§ What the exercise asks: Say how many lines in the material below hold the word "escapeXml", and say nothing else.

§ Dataset content:
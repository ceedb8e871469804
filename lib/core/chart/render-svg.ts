// Chart → SVG: a working chart (grid, trade numbering, a symbol per colour so it reads in black and
// white, a colour key) and a knitted preview at the true stitch proportions of the gauge.
import { darken, getMarkColour } from "./colour";
import { getStitchCounts } from "./counts";
import type { Chart } from "./model";

export function escapeXml(text: string): string {
  return text.replace(/[&<>"']/g, (ch) => ({ "&": "&amp;", "<": "&lt;", ">": "&gt;", '"': "&quot;", "'": "&#39;" })[ch] as string);
}

/** Two decimals are finer than any screen or printer needs and keep the file small. */
function n(v: number): string {
  return String(Math.round(v * 100) / 100);
}

// Marks drawn in a 10 × 10 box, one per palette index; index 0 (usually the main colour) stays blank
// as on printed charts. Lines use the stroke, solid shapes the fill; both are set per colour.
const SYMBOLS: readonly string[] = [
  "",
  '<circle cx="5" cy="5" r="1.7" stroke="none"/>',
  '<path d="M2.5 2.5L7.5 7.5M7.5 2.5L2.5 7.5" fill="none"/>',
  '<path d="M2.5 7.5L7.5 2.5" fill="none"/>',
  '<path d="M2.5 2.5L7.5 7.5" fill="none"/>',
  '<circle cx="5" cy="5" r="2.6" fill="none"/>',
  '<rect x="3" y="3" width="4" height="4" stroke="none"/>',
  '<path d="M5 2.2L7.8 7.6H2.2Z" fill="none"/>',
  '<path d="M5 2L8 5L5 8L2 5Z" stroke="none"/>',
  '<path d="M5 2V8M2 5H8" fill="none"/>',
  '<path d="M2 5H8" fill="none"/>',
  '<path d="M5 2V8" fill="none"/>',
  '<circle cx="5" cy="5" r="2.8" fill="none"/><circle cx="5" cy="5" r="0.9" stroke="none"/>',
  '<path d="M5 2.2V7.8M2.6 3.6L7.4 6.4M7.4 3.6L2.6 6.4" fill="none"/>',
  '<path d="M2.2 2.6H7.8L5 7.8Z" stroke="none"/>',
  '<path d="M2.2 7L5 3L7.8 7" fill="none"/>',
];

export interface ChartSvgOptions {
  /** pixel size of one stitch square (default 16) */
  cellPx?: number;
  /** heading above the chart */
  title?: string;
  /** the colour key under the chart (default true) */
  showKey?: boolean;
}

/** The smallest of 1, 5, 10, 20, 50, 100 (the steps knitters count in) that leaves `need` pixels between labels. */
function labelStep(cellPx: number, need: number): number {
  for (const step of [1, 5, 10, 20, 50, 100]) if (step * cellPx >= need) return step;
  return 100;
}

function symbolDef(index: number, cellPx: number, fill: string): string {
  const mark = getMarkColour(fill);
  const k = n(cellPx / 10);
  return `<g id="dw-sym-${index}" transform="scale(${k})" fill="${mark}" stroke="${mark}" stroke-width="1.1" stroke-linecap="round">${SYMBOLS[index]}</g>`;
}

export function renderChartSvg(chart: Chart, options: ChartSvgOptions = {}): string {
  const c = options.cellPx ?? 16;
  const showKey = options.showKey ?? true;
  const font = Math.max(7, Math.min(12, Math.round(c * 0.7)));
  const digits = String(Math.max(chart.width, chart.height)).length;
  const pad = 12;
  const titleH = options.title ? font + 14 : 0;
  const gx = pad;
  const gy = pad + titleH;
  const gw = chart.width * c;
  const gh = chart.height * c;
  const numbersW = Math.ceil(digits * font * 0.65) + 8;
  const numbersH = font + 8;
  const keyRow = Math.max(c, font + 6) + 4;
  const keyH = showKey ? 10 + keyRow * chart.palette.length : 0;
  const counts = getStitchCounts(chart);
  const keyTexts = chart.palette.map(
    (p, i) => `${p.key}  ${p.name} (${p.hex}) · ${counts[i]} stitch${counts[i] === 1 ? "" : "es"}`,
  );
  const keyW = showKey ? c + 10 + Math.ceil(Math.max(...keyTexts.map((t) => t.length)) * font * 0.6) : 0;
  const width = Math.max(gx + gw + numbersW, pad + keyW) + pad;
  const height = gy + gh + numbersH + keyH + pad;
  const parts: string[] = [];
  const used = new Set<number>();

  parts.push(
    `<svg xmlns="http://www.w3.org/2000/svg" width="${width}" height="${height}" viewBox="0 0 ${width} ${height}" role="img" font-family="system-ui, sans-serif">`,
    `<title>${escapeXml(options.title ?? "Colourwork chart")} (${chart.width} stitches × ${chart.height} rows)</title>`,
    `<rect width="${width}" height="${height}" fill="#FFFFFF"/>`,
  );
  if (options.title) {
    parts.push(`<text x="${gx}" y="${pad + font + 2}" font-size="${font + 3}" font-weight="600" fill="#222222">${escapeXml(options.title)}</text>`);
  }

  // Fills: one rectangle per run of a colour along a row keeps the file small.
  const cells: string[] = [];
  for (let y = 0; y < chart.height; y++) {
    const top = gy + (chart.height - 1 - y) * c;
    let x = 0;
    while (x < chart.width) {
      const colour = chart.cells[y * chart.width + x];
      let end = x + 1;
      while (end < chart.width && chart.cells[y * chart.width + end] === colour) end++;
      parts.push(`<rect x="${gx + x * c}" y="${top}" width="${(end - x) * c}" height="${c}" fill="${chart.palette[colour].hex}"/>`);
      if (SYMBOLS[colour]) {
        used.add(colour);
        for (let i = x; i < end; i++) cells.push(`<use href="#dw-sym-${colour}" x="${gx + i * c}" y="${top}"/>`);
      }
      x = end;
    }
  }
  const defs = [...used].sort((a, b) => a - b).map((i) => symbolDef(i, c, chart.palette[i].hex));
  if (showKey) {
    chart.palette.forEach((p, i) => {
      if (SYMBOLS[i] && !used.has(i)) defs.push(symbolDef(i, c, p.hex));
    });
  }
  parts.splice(3, 0, `<defs>${defs.join("")}</defs>`);
  parts.push(...cells);

  // Grid: thin line per stitch, bold every 10 counted from the right and from the bottom (trade numbering).
  let thin = "";
  let bold = `M${gx} ${gy}h${gw}v${gh}h${-gw}Z`;
  for (let b = 1; b < chart.width; b++) {
    const seg = `M${gx + b * c} ${gy}v${gh}`;
    if ((chart.width - b) % 10 === 0) bold += seg;
    else thin += seg;
  }
  for (let y = 1; y < chart.height; y++) {
    const seg = `M${gx} ${gy + gh - y * c}h${gw}`;
    if (y % 10 === 0) bold += seg;
    else thin += seg;
  }
  if (thin) parts.push(`<path d="${thin}" stroke="#555555" stroke-opacity="0.55" stroke-width="0.6" fill="none"/>`);
  parts.push(`<path d="${bold}" stroke="#111111" stroke-width="1.6" fill="none"/>`);

  // Row numbers up the right side, stitch numbers along the bottom from the right.
  const rowStep = labelStep(c, font + 1);
  for (let row = 1; row <= chart.height; row++) {
    if (row !== 1 && row % rowStep !== 0) continue;
    const cy = gy + gh - (row - 0.5) * c;
    parts.push(`<text x="${gx + gw + 4}" y="${n(cy + font * 0.35)}" font-size="${font}" fill="#333333">${row}</text>`);
  }
  const stitchStep = labelStep(c, Math.ceil(digits * font * 0.62) + 2);
  for (let stitch = 1; stitch <= chart.width; stitch++) {
    if (stitch !== 1 && stitch % stitchStep !== 0) continue;
    const cx = gx + (chart.width - stitch + 0.5) * c;
    parts.push(`<text x="${n(cx)}" y="${gy + gh + font + 3}" font-size="${font}" text-anchor="middle" fill="#333333">${stitch}</text>`);
  }

  if (showKey) {
    const ky = gy + gh + numbersH + 10;
    chart.palette.forEach((p, i) => {
      const y = ky + i * keyRow;
      parts.push(`<rect x="${pad}" y="${y}" width="${c}" height="${c}" fill="${p.hex}" stroke="#111111" stroke-width="0.8"/>`);
      if (SYMBOLS[i]) parts.push(`<use href="#dw-sym-${i}" x="${pad}" y="${y}"/>`);
      parts.push(`<text x="${pad + c + 8}" y="${n(y + c / 2 + font * 0.35)}" font-size="${font}" fill="#222222">${escapeXml(keyTexts[i])}</text>`);
    });
  }
  parts.push("</svg>");
  return parts.join("");
}

export interface PreviewSvgOptions {
  /** pixel width of one stitch (default 12); its height follows from the gauge */
  stitchPx?: number;
  title?: string;
}

/**
 * The chart as knitted fabric: each stitch a V of two leaning loops, drawn w = 10 / stitchesPer10cm
 * wide and h = 10 / rowsPer10cm tall (scaled together), so the picture has the fabric's proportions.
 */
export function renderPreviewSvg(chart: Chart, options: PreviewSvgOptions = {}): string {
  const w = options.stitchPx ?? 12;
  const cmW = 10 / chart.gauge.stitchesPer10cm;
  const cmH = 10 / chart.gauge.rowsPer10cm;
  const h = (w * cmH) / cmW;
  const width = Math.ceil(chart.width * w);
  const height = Math.ceil(chart.height * h);
  const sizeCm = `${n(chart.width * cmW)} × ${n(chart.height * cmH)} cm`;
  // One leg of the V, from the foot at the bottom centre up to the top outer corner.
  const leg = (s: 1 | -1) => {
    const x = (f: number) => n(w / 2 + s * (f - 0.5) * w);
    const y = (f: number) => n(f * h);
    return `M${x(0.5)} ${y(0.96)}C${x(0.16)} ${y(0.86)} ${x(0.02)} ${y(0.4)} ${x(0.08)} ${y(0.04)}C${x(0.34)} ${y(0.1)} ${x(0.5)} ${y(0.5)} ${x(0.5)} ${y(0.96)}Z`;
  };
  const parts: string[] = [
    `<svg xmlns="http://www.w3.org/2000/svg" width="${width}" height="${height}" viewBox="0 0 ${width} ${height}" role="img">`,
    `<title>${escapeXml(options.title ?? "Knitted preview")} (${sizeCm} at ${chart.gauge.stitchesPer10cm} stitches and ${chart.gauge.rowsPer10cm} rows per 10 cm)</title>`,
    `<defs><g id="dw-st" stroke="#000000" stroke-opacity="0.22" stroke-width="${n(Math.max(0.4, w / 24))}"><path d="${leg(1)}"/><path d="${leg(-1)}"/></g></defs>`,
  ];
  // The gaps between loops show a darker shade of the stitch colour, as the fabric does.
  const byColour = new Map<number, string[]>();
  for (let y = 0; y < chart.height; y++) {
    const top = n((chart.height - 1 - y) * h);
    let x = 0;
    while (x < chart.width) {
      const colour = chart.cells[y * chart.width + x];
      let end = x + 1;
      while (end < chart.width && chart.cells[y * chart.width + end] === colour) end++;
      parts.push(`<rect x="${n(x * w)}" y="${top}" width="${n((end - x) * w)}" height="${n(h)}" fill="${darken(chart.palette[colour].hex, 0.35)}"/>`);
      const list = byColour.get(colour) ?? [];
      for (let i = x; i < end; i++) list.push(`<use href="#dw-st" x="${n(i * w)}" y="${top}"/>`);
      byColour.set(colour, list);
      x = end;
    }
  }
  for (const [colour, uses] of byColour) parts.push(`<g fill="${chart.palette[colour].hex}">${uses.join("")}</g>`);
  parts.push("</svg>");
  return parts.join("");
}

§ Answer section: 5